What's Wealth If You Can't Count It?
If the enterprise of economics aims to teach us how best to create and maintain wealth, you would hope it would at least have a means to measure it accurately. Unfortunately, as of yet, it doesn't even come close.
When people want to know which countries are the richest, they typically look at measures of production or income. The International Monetary Fund, for example, tracks annual gross domestic product per person, adjusted for the purchasing power of the dollar. Qatar is on top, with about $146,000 as of the end of 2013. The U.S. comes in ninth with $53,000, narrowly beating Hong Kong and Saudi Arabia. Countries with vast natural resources or big financial centers occupy most of the upper positions.
GDP, however, is far from an ideal indicator. It reflects the flow of goods and services a nation produces in a single year. It says nothing about wealth, which is the total store of value that a nation can use to create future income and well-being. Wealth includes physical buildings, machinery, minerals, fuels, clean water, healthy ecosystems, skills, education and good government institutions.
Estimating wealth with GDP is like trying to guess how much money is in a bank by counting how much goes in and out in a day. Oil-rich countries such as Qatar, for example, might be living well but gradually depleting their natural-resource wealth. Lower-income countries such as China might be building infrastructure that will pay dividends for decades to come.
Nations do a horrible job of accounting for how much they have, as opposed to how much they make. As Oxford University researchers Kirk Hamilton and Cameron Hepburn noted in a recent review of efforts to measure real wealth: "Investors would not accept corporate balance sheets of a quality akin to those of many countries."
Measures of GDP actually provide some insight into how much wealth goes uncounted. As Hamilton and Hepburn argue, wealth ought to generate a return, just as stocks and bonds pay dividends and interest. So if a country can be expected to make, say, $3 a year on each $100 of assets, then a GDP of $30 billion would indicate total wealth of $1 trillion.
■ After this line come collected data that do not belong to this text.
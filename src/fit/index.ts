/** Door of fit/: polynomials for machines with a proven error, and their code. */
export { fit, type Fit, type FitProblem, type KernelFit, type PieceFit, type SecondVariable } from './fit.ts';
export { formatByName, type FloatFormat, type FixedFormat, type NumberFormat, ulp, ulpExponent } from './format.ts';
export { countOperations, type Arithmetic, type Operations, type Program } from './program.ts';
export type { FitMeasure, ProvedError } from './proof.ts';
export { estimatedSpeed, type Speed } from './speed.ts';
export { parityOf } from './target.ts';
export { filledLines, wrapCode } from './wrap.ts';
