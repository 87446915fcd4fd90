/**
 * What the emitted code may save, estimated from its operations: costs in units of one multiplication of the format, operations taken one after the other.
 * A multiplication, an addition and a fused operation cost 1, a division or square root 4, a library call what its usual steps cost (reducing the argument, a table or
 * polynomial, undoing the reduction). The figures for calls are rounded medians of test/bench, which prints estimated and measured ratio side by side; no promise.
 */
import { type Expression, rationalOf } from '../expression/index.ts';
import { codeLanguage } from '../write/index.ts';
import { type Operations, countOperations, type Program } from './program.ts';

export interface Speed {
  readonly code: number;
  readonly call: number;
  readonly ratio: number;
}

const DIVISION = 4;
const OVERHEAD = 2;

/** Library calls in binary32 and binary64. */
const CALLS: Readonly<Record<string, readonly [number, number]>> = {
  exp: [10, 24], expm1: [22, 34], log: [14, 19], log1p: [24, 34], log10: [18, 32], log2: [12, 20], sin: [8, 34], cos: [8, 34], tan: [12, 50], cot: [16, 54], sec: [12, 38], csc: [12, 38],
  asin: [14, 17], acos: [14, 17], atan: [13, 40], sinh: [20, 40], cosh: [18, 36], tanh: [20, 38], asinh: [26, 50], acosh: [26, 50], atanh: [24, 44], erf: [14, 26], erfc: [24, 40],
  gamma: [60, 150], loggamma: [40, 110], cbrt: [26, 60], power: [22, 44], sqrt: [DIVISION, DIVISION], abs: [1, 1],
};
/** A function without a figure of its own: a special function by series or recurrence. */
const OTHER: readonly [number, number] = [80, 150];
/** Code is interpreted there: operations cost as much as calls do. */
const INTERPRETED: ReadonlySet<string> = new Set(['python', 'matlab', 'r']);

function callCost(e: Expression, width: 0 | 1): number {
  const below = (list: readonly Expression[]): number => list.reduce((sum, part) => sum + callCost(part, width), 0);
  const call = (name: string): number => (CALLS[name] ?? OTHER)[width];
  switch (e.kind) {
    case 'sum':
      return e.terms.length - 1 + below(e.terms);
    case 'product':
      return e.factors.length - 1 + below(e.factors);
    case 'quotient':
      return DIVISION + below([e.numerator, e.denominator]);
    case 'negation':
      return below([e.operand]);
    case 'power': {
      if (e.base.kind === 'constant' && e.base.name === 'e') return call('exp') + below([e.exponent]);
      const exponent = rationalOf(e.exponent);
      if (exponent && exponent.den === 1n && exponent.num >= 0n && exponent.num < 64n) return below([e.base]) + Math.max(0, exponent.num.toString(2).length - 1);
      if (exponent && exponent.den === 2n && exponent.num === 1n) return DIVISION + below([e.base]);
      return call('power') + below([e.base, e.exponent]);
    }
    case 'root': {
      const degree = rationalOf(e.degree);
      return (degree?.den === 1n && degree.num === 2n ? DIVISION : call(degree?.num === 3n ? 'cbrt' : 'power')) + below([e.radicand]);
    }
    case 'call':
      return call(e.function) + below(e.args);
    default:
      return 0;
  }
}

const divisions = (program: Program): number => {
  let count = 0;
  const visit = (e: Expression): void => {
    if (e.kind === 'quotient') {
      count += 1;
      visit(e.numerator);
      visit(e.denominator);
    } else if (e.kind === 'sum') e.terms.forEach(visit);
    else if (e.kind === 'product') e.factors.forEach(visit);
    else if (e.kind === 'negation') visit(e.operand);
    else if (e.kind === 'call') e.args.forEach(visit);
  };
  program.steps.forEach((s) => visit(s.value));
  visit(program.result);
  return count;
};

/** Null where the language is interpreted or where there is no call to save. */
export function estimatedSpeed(f: Expression, program: Program, format: string, language: string): Speed | null {
  if (INTERPRETED.has(codeLanguage(language)?.id ?? '')) return null;
  const operations: Operations = countOperations(program);
  const code = OVERHEAD + operations.multiplications + operations.additions + operations.fused + (DIVISION - 1) * divisions(program);
  const call = callCost(f, format === 'binary64' ? 1 : 0);
  return call > 0 ? { code, call: call + OVERHEAD, ratio: Number(((call + OVERHEAD) / code).toPrecision(2)) } : null;
}
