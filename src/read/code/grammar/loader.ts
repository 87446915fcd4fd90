/** Loads grammars on demand and keeps the last concrete tree, so that repeated questions about one document parse once. */
import { Language, Parser, type Tree } from 'web-tree-sitter';

/** Where bytes come from; nothing here reads files or the network by itself. */
export interface GrammarHost {
  /** Bytes of `<name>.wasm`, such as `tree-sitter-python`. */
  readonly loadGrammar: (name: string) => Promise<Uint8Array>;
  /** Bytes of the parser runtime (web-tree-sitter.wasm), or how to get them. */
  readonly wasmBinary: Uint8Array | ArrayBuffer | (() => Promise<Uint8Array | ArrayBuffer>);
}

/** The runtime exists once in a process, however many readers use it. */
let runtime: Promise<void> | null = null;

async function startRuntime(host: GrammarHost): Promise<void> {
  runtime ??= (async () => {
    const bytes = typeof host.wasmBinary === 'function' ? await host.wasmBinary() : host.wasmBinary;
    const view = bytes instanceof Uint8Array ? bytes : new Uint8Array(bytes);
    await Parser.init({ wasmBinary: view.buffer.slice(view.byteOffset, view.byteOffset + view.byteLength) as ArrayBuffer });
  })();
  try {
    await runtime;
  } catch (error) {
    runtime = null;
    throw error;
  }
}

export class GrammarStore {
  readonly #host: GrammarHost;
  readonly #parsers = new Map<string, Parser>();
  readonly #loading = new Map<string, Promise<Parser>>();
  #last: { readonly grammar: string; readonly text: string; readonly tree: Tree } | null = null;

  constructor(host: GrammarHost) {
    this.#host = host;
  }

  /** Loads one grammar, once. Rejects where its bytes cannot be had or are of another version. */
  async prepare(grammar: string): Promise<void> {
    if (this.#parsers.has(grammar)) return;
    let loading = this.#loading.get(grammar);
    if (!loading) {
      loading = (async () => {
        await startRuntime(this.#host);
        const language = await Language.load(await this.#host.loadGrammar(grammar));
        return new Parser().setLanguage(language);
      })();
      this.#loading.set(grammar, loading);
    }
    try {
      this.#parsers.set(grammar, await loading);
    } finally {
      this.#loading.delete(grammar);
    }
  }

  ready(grammar: string): boolean {
    return this.#parsers.has(grammar);
  }

  /** The concrete tree of a document, valid until the next call; null before `prepare`. */
  parseDocument(grammar: string, text: string): Tree | null {
    if (this.#last?.grammar === grammar && this.#last.text === text) return this.#last.tree;
    const tree = this.#parsers.get(grammar)?.parse(text) ?? null;
    if (!tree) return null;
    this.#last?.tree.delete();
    this.#last = { grammar, text, tree };
    return tree;
  }

  /** Runs `use` on a tree of a passing text and frees it. */
  withTree<T>(grammar: string, text: string, use: (tree: Tree) => T): T | null {
    const tree = this.#parsers.get(grammar)?.parse(text) ?? null;
    if (!tree) return null;
    try {
      return use(tree);
    } finally {
      tree.delete();
    }
  }
}
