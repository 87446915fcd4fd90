/** Rigorous enclosures of the exponential, trigonometric, error and Fresnel integrals. Series with proven tails; asymptotic series where a theorem bounds the remainder (DLMF 6.12(i), 6.12(ii), 7.12(i), 8.20(i)). */
import { Q } from '../../expression/index.ts';
import { type Ball, real } from '../../rigorous/index.ts';
import { inverseOfIncreasing } from '../enclosure/inverse.ts';
import { bound, isRational, type Kit, type Parameter, parameterOf, toSet } from '../enclosure/kit.ts';
import { asymptoticSum, hypergeometricSum } from '../enclosure/series.ts';
import type { Algorithm } from '../enclosure/wrap.ts';
import { upperGamma } from '../gamma/enclosure.ts';

const q = Q.rational;
/** Series of growing terms need about e |z| of them; beyond this they are left alone. */
const LARGEST_SERIES_ARGUMENT = 30_000;
const tooLarge = <T>(kit: Kit<T>, z: T): boolean => bound.exponent(kit.size(z)) > 15 || real.toDouble(kit.size(z)) > LARGEST_SERIES_ARGUMENT;
const rootPi = <T>(kit: Kit<T>): T => kit.fromReal(real.sqrt(real.pi(kit.precision + 8), kit.precision + 4) ?? real.ONE);
const euler = <T>(kit: Kit<T>): T => kit.fromReal(real.eulerGamma(kit.precision));
const halfPi = <T>(kit: Kit<T>): T => kit.fromReal(real.scaleByPowerOfTwo(real.pi(kit.precision), -1));

/** |ph z| <= pi/4 for all of z. */
function inQuarter<T>(kit: Kit<T>, z: T): boolean {
  const re = kit.realPart(z);
  return real.isPositive(re) && !bound.less(real.lowerEnd(real.absoluteLower(re)), real.absoluteUpper(kit.imaginaryPart(z)));
}
/** |ph z| <= pi/2. */
const inHalf = <T>(kit: Kit<T>, z: T): boolean => real.isPositive(kit.realPart(z));

/** erf z = 2z/sqrt(pi) e^(-z^2) 1F1(1; 3/2; z^2), all terms positive on the real line (DLMF 7.6.2). */
function erf<T>(kit: Kit<T>, z: T): T | null {
  const { a } = kit;
  if (a.isZero(z)) return z;
  if (bound.exponent(kit.size(z)) > 3 && !real.containsZero(kit.realPart(z))) {
    const right = real.isPositive(kit.realPart(z)) ? z : a.negate(z);
    const tail = kit.isReal ? erfc(kit, right) : erfcFar(kit, right);
    if (tail !== null) return real.isPositive(kit.realPart(z)) ? a.subtract(a.one, tail) : a.subtract(tail, a.one);
  }
  const square = a.square(z);
  if (tooLarge(kit, square)) return null;
  const sum = hypergeometricSum(kit, [Q.ONE], [q(3, 2)], square);
  const decay = a.exp(a.negate(square));
  if (sum === null || decay === null) return null;
  return a.divide(a.multiply(a.multiply(a.add(z, z), decay), sum), rootPi(kit));
}

/** e^(-z^2)/(z sqrt(pi)) sum of (-1)^k (1/2)_k z^-2k, remainder below the first omitted term for |ph z| <= pi/4 (DLMF 7.12(i)). */
function erfcFar<T>(kit: Kit<T>, z: T): T | null {
  const { a } = kit;
  if (!inQuarter(kit, z)) return null;
  const inverseSquare = a.divide(a.one, a.square(z));
  if (inverseSquare === null) return null;
  const sum = asymptoticSum(kit, a.one, (term, k) => a.negate(a.divideInteger(a.multiply(a.multiply(term, inverseSquare), a.fromInteger(2 * k + 1)), 2)), 1);
  const decay = a.exp(a.negate(a.square(z)));
  return sum === null || decay === null ? null : a.divide(a.multiply(decay, sum), a.multiply(z, rootPi(kit)));
}
function erfc<T>(kit: Kit<T>, z: T): T | null {
  const far = erfcFar(kit, z);
  if (far !== null) return far;
  const { a } = kit;
  const square = a.square(z);
  if (tooLarge(kit, square)) {
    if (!kit.isReal || !real.isNegative(kit.realPart(z))) return null;
    const mirrored = erfcFar(kit, a.negate(z));
    return mirrored && a.subtract(a.fromInteger(2), mirrored);
  }
  const sum = hypergeometricSum(kit, [Q.ONE], [q(3, 2)], square);
  const decay = a.exp(a.negate(square));
  if (sum === null || decay === null) return null;
  const value = a.divide(a.multiply(a.multiply(a.add(z, z), decay), sum), rootPi(kit));
  return value === null ? null : a.subtract(a.one, value);
}
function erfi<T>(kit: Kit<T>, z: T): T | null {
  const { a } = kit;
  const square = a.square(z);
  if (tooLarge(kit, square)) return null;
  const sum = hypergeometricSum(kit, [Q.HALF], [q(3, 2)], square);
  return sum === null ? null : a.divide(a.multiply(a.add(z, z), sum), rootPi(kit));
}
/** e^(-z^2) times the integral of e^(t^2): z e^(-z^2) 1F1(1/2; 3/2; z^2). */
function dawson<T>(kit: Kit<T>, z: T): T | null {
  const { a } = kit;
  const square = a.square(z);
  if (tooLarge(kit, square)) return null;
  const sum = hypergeometricSum(kit, [Q.HALF], [q(3, 2)], square);
  const decay = a.exp(a.negate(square));
  return sum === null || decay === null ? null : a.multiply(a.multiply(z, decay), sum);
}
function erfcx<T>(kit: Kit<T>, z: T): T | null {
  const { a } = kit;
  const tail = erfc(kit, z);
  const growth = a.exp(a.square(z));
  return tail === null || growth === null ? null : a.multiply(tail, growth);
}

/** C (odd = 0) and S (odd = 1): z 1F2(1/4 + odd/2; 1/2 + odd, 5/4 + odd/2; -(pi z^2/2)^2/4) with leading powers (DLMF 7.6.4, 7.6.6). */
function fresnel<T>(kit: Kit<T>, z: T, odd: 0 | 1): T | null {
  const { a } = kit;
  const phase = a.multiply(halfPi(kit), a.square(z));
  if (tooLarge(kit, phase)) return null;
  const far = kit.isReal ? fresnelFar(kit, z, phase, odd) : null;
  if (far !== null) return far;
  const argument = a.divideInteger(a.negate(a.square(phase)), 4);
  const sum = odd === 0 ? hypergeometricSum(kit, [q(1, 4)], [q(1, 2), q(5, 4)], argument) : hypergeometricSum(kit, [q(3, 4)], [q(3, 2), q(7, 4)], argument);
  if (sum === null) return null;
  return odd === 0 ? a.multiply(z, sum) : a.divideInteger(a.multiply(a.multiply(z, phase), sum), 3);
}
/** DLMF 7.5.3, 7.5.4 with 7.12.2, 7.12.3: remainders of f and g below the first omitted terms for real z (7.12(ii)). */
function fresnelFar<T>(kit: Kit<T>, z: T, phase: T, odd: 0 | 1): T | null {
  const { a } = kit;
  const x = kit.realPart(z);
  if (!real.isPositive(x)) {
    if (!real.isNegative(x)) return null;
    const mirrored = fresnelFar(kit, a.negate(z), phase, odd);
    return mirrored === null ? null : a.negate(mirrored);
  }
  const inverse = a.divide(a.one, phase);
  const lead = a.divide(a.one, a.multiply(a.add(halfPi(kit), halfPi(kit)), z));
  if (inverse === null || lead === null) return null;
  const inverseSquare = a.square(inverse);
  const step = (shift: number) => (term: T, k: number): T => {
    const m = 2 * k + shift;
    return a.negate(a.divideInteger(a.multiply(a.multiply(term, inverseSquare), a.fromInteger((2 * m + 1) * (2 * m + 3))), 4));
  };
  const f = asymptoticSum(kit, a.one, step(0), 1);
  const g = asymptoticSum(kit, a.divideInteger(inverse, 2), step(1), 1);
  const [sine, cosine] = [a.sin(phase), a.cos(phase)];
  if (f === null || g === null || sine === null || cosine === null) return null;
  const half = a.fromRational(Q.HALF);
  const wave = odd === 0 ? a.subtract(a.multiply(f, sine), a.multiply(g, cosine)) : a.negate(a.add(a.multiply(f, cosine), a.multiply(g, sine)));
  return a.add(half, a.multiply(lead, wave));
}

const Q2 = q(2);
/** Ein(z) = z 2F2(1,1;2,2;-z) (DLMF 6.6.4). */
function ein<T>(kit: Kit<T>, z: T): T | null {
  const { a } = kit;
  if (tooLarge(kit, z)) return null;
  const sum = hypergeometricSum(kit, [Q.ONE, Q.ONE], [Q2, Q2], a.negate(z));
  return sum === null ? null : a.multiply(z, sum);
}
/** E_1: asymptotic with remainder below the first omitted term for |ph z| <= pi/2 (DLMF 6.12(i)), else Ein(z) - log z - gamma. */
function e1<T>(kit: Kit<T>, z: T): T | null {
  const { a } = kit;
  const inverse = a.divide(a.one, z);
  if (inHalf(kit, z) && inverse !== null) {
    const sum = asymptoticSum(kit, inverse, (term, k) => a.negate(a.multiply(a.multiply(term, inverse), a.fromInteger(k + 1))), 1);
    const decay = a.exp(a.negate(z));
    if (sum !== null && decay !== null) return a.multiply(sum, decay);
  }
  const entire = ein(kit, z);
  const logarithm = a.log(z);
  return entire === null || logarithm === null ? null : a.subtract(entire, a.add(logarithm, euler(kit)));
}
/** Ei on the real line; off it by gamma + log z - Ein(-z), analytic on the plane cut along the negative axis. */
function ei<T>(kit: Kit<T>, z: T): T | null {
  const { a } = kit;
  const x = kit.realPart(z);
  if (kit.isReal && real.isNegative(x)) {
    const value = e1(kit, a.negate(z));
    return value === null ? null : a.negate(value);
  }
  const entire = ein(kit, a.negate(z));
  const logarithm = a.log(z);
  return entire === null || logarithm === null ? null : a.subtract(a.add(euler(kit), logarithm), entire);
}

/** f and g of DLMF 6.12.3, 6.12.4; remainders below the first omitted terms for |ph z| <= pi/4 (6.12(ii)). */
function auxiliary<T>(kit: Kit<T>, z: T): readonly [T, T] | null {
  const { a } = kit;
  const inverse = inQuarter(kit, z) ? a.divide(a.one, z) : null;
  if (inverse === null) return null;
  const inverseSquare = a.square(inverse);
  const step = (shift: number) => (term: T, k: number): T => a.negate(a.multiply(a.multiply(term, inverseSquare), a.fromInteger((2 * k + 1 + shift) * (2 * k + 2 + shift))));
  const f = asymptoticSum(kit, inverse, step(0), 1);
  const g = asymptoticSum(kit, inverseSquare, step(1), 1);
  return f === null || g === null ? null : [f, g];
}
function si<T>(kit: Kit<T>, z: T): T | null {
  const { a } = kit;
  const far = auxiliary(kit, z);
  const [sine, cosine] = [a.sin(z), a.cos(z)];
  if (far !== null && sine !== null && cosine !== null) return a.subtract(halfPi(kit), a.add(a.multiply(far[0], cosine), a.multiply(far[1], sine)));
  if (kit.isReal && real.isNegative(kit.realPart(z))) {
    const mirrored = si(kit, a.negate(z));
    return mirrored === null ? null : a.negate(mirrored);
  }
  if (tooLarge(kit, z)) return null;
  const sum = hypergeometricSum(kit, [Q.HALF], [q(3, 2), q(3, 2)], a.divideInteger(a.negate(a.square(z)), 4));
  return sum === null ? null : a.multiply(z, sum);
}
/** Cin z = z^2/4 2F3(1,1;2,2,3/2;-z^2/4). */
function cin<T>(kit: Kit<T>, z: T, sign: 1 | -1 = -1): T | null {
  const { a } = kit;
  if (tooLarge(kit, z)) return null;
  const quarter = a.divideInteger(a.square(z), 4);
  const sum = hypergeometricSum(kit, [Q.ONE, Q.ONE], [Q2, Q2, q(3, 2)], sign === -1 ? a.negate(quarter) : quarter);
  return sum === null ? null : a.multiply(quarter, sum);
}
function ci<T>(kit: Kit<T>, z: T): T | null {
  const { a } = kit;
  if (kit.isReal && !real.isPositive(kit.realPart(z))) return null;
  const far = auxiliary(kit, z);
  const [sine, cosine] = [a.sin(z), a.cos(z)];
  if (far !== null && sine !== null && cosine !== null) return a.subtract(a.multiply(far[0], sine), a.multiply(far[1], cosine));
  const entire = cin(kit, z);
  const logarithm = a.log(z);
  return entire === null || logarithm === null ? null : a.subtract(a.add(euler(kit), logarithm), entire);
}
function shi<T>(kit: Kit<T>, z: T): T | null {
  const { a } = kit;
  if (tooLarge(kit, z)) return null;
  const sum = hypergeometricSum(kit, [Q.HALF], [q(3, 2), q(3, 2)], a.divideInteger(a.square(z), 4));
  return sum === null ? null : a.multiply(z, sum);
}
function chi<T>(kit: Kit<T>, z: T): T | null {
  const { a } = kit;
  if (kit.isReal && !real.isPositive(kit.realPart(z))) return null;
  const entire = cin(kit, z, 1);
  const logarithm = a.log(z);
  return entire === null || logarithm === null ? null : a.add(a.add(euler(kit), logarithm), entire);
}

/** E_p(x) = x^(p-1) Gamma(1-p, x) (DLMF 8.19.1), and its asymptotic series for p > 0 (8.20(i)). */
function expIntegral<T>(kit: Kit<T>, p: Parameter<T>, x: T): T | null {
  const { a } = kit;
  const n = isRational(p) && p.den === 1n ? Number(p.num) : null;
  if (kit.isReal && !real.isPositive(kit.realPart(x))) return a.isZero(x) && n !== null && n > 1 ? a.fromRational(q(1, n - 1)) : null;
  if (n === 1) return e1(kit, x);
  const set = toSet(kit, p);
  const inverse = a.divide(a.one, x);
  if (kit.isReal && inverse !== null && real.isPositive(kit.realPart(set))) {
    const sum = asymptoticSum(kit, inverse, (term, k) => a.negate(a.multiply(a.multiply(term, inverse), a.add(set, a.fromInteger(k)))), 1);
    const decay = a.exp(a.negate(x));
    if (sum !== null && decay !== null) return a.multiply(sum, decay);
  }
  const upper = upperGamma(kit, isRational(p) ? Q.subtract(Q.ONE, p) : { set: a.subtract(a.one, set) }, x);
  const power = isRational(p) ? a.powerRational(x, Q.subtract(p, Q.ONE)) : a.power(x, a.subtract(set, a.one));
  return upper === null || power === null ? null : a.multiply(power, upper);
}

const one = (f: <T>(kit: Kit<T>, z: T) => T | null): Algorithm => ({
  real: (kit, [z]) => (z === undefined ? null : f(kit, z)),
  complex: (kit, [z]) => (z === undefined ? null : f(kit, z)),
});
const erfSlope = (kit: Kit<Ball>, y: Ball): Ball | null => {
  const decay = kit.a.exp(kit.a.negate(kit.a.square(y)));
  return decay && kit.a.divide(kit.a.add(decay, decay), rootPi(kit));
};

export const integralAlgorithms: Readonly<Record<string, Algorithm>> = {
  erf: one(erf),
  erfc: one(erfc),
  erfi: one(erfi),
  erfcx: one(erfcx),
  dawson: one(dawson),
  erfinv: { real: (kit, [x]) => (x === undefined ? null : inverseOfIncreasing(kit, erf, erfSlope, x, [-64, 64])) },
  erfcinv: {
    real: (kit, [x]) => {
      if (x === undefined) return null;
      const down = (k: Kit<Ball>, y: Ball): Ball | null => erfc(k, k.a.negate(y));
      const value = inverseOfIncreasing(kit, down, erfSlope, x, [-200, 200]);
      return value && kit.a.negate(value);
    },
  },
  fresnelS: one((kit, z) => fresnel(kit, z, 1)),
  fresnelC: one((kit, z) => fresnel(kit, z, 0)),
  expIntegralEi: one(ei),
  expIntegralE: {
    real: (kit, [p, x]) => (p && x ? expIntegral(kit, parameterOf(p), x) : null),
    complex: (kit, [p, z]) => {
      if (!p || !z) return null;
      const exact = p.im.mid === 0n && p.im.rad === 0n ? parameterOf(p.re) : null;
      return expIntegral(kit, exact && isRational(exact) ? exact : { set: p }, z);
    },
  },
  ein: one(ein),
  cin: one(cin),
  sinIntegral: one(si),
  cosIntegral: one(ci),
  sinhIntegral: one(shi),
  coshIntegral: one(chi),
};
Actual national wealth accounts -- following the United Nations System of National Accounts, which has been in place since 1947 -- produce much smaller numbers. This is unsurprising, given that they ignore such things as human capital, social cohesion, institutions and the immense non-commercial value of natural resources.
The work of creating better measures is decidedly unglamorous, and yet perhaps nothing is more important. It entails finding ways to count the value of intact ecosystems in the natural recycling of wastes and in maintaining soil integrity. It requires quantifying the depletion of capital through the extraction of exhaustible resources such as minerals or fossil fuels, or the destruction of renewable resources such as fisheries or forests.
The economists and scientists doing this work might turn out to be the heroes of the future. Imagine how politicians' focus on the short term might change if voters paid attention to up-to-date measures of real wealth. Governments that failed to invest in education, health or infrastructure -- the investments that create wealth in the longer term -- would be rightly seen as wealth destroyers, and would be embarrassed by international comparisons.
That's the dream, at least. Sadly, measures such as GDP still dominate today's thinking, and probably will for quite some time.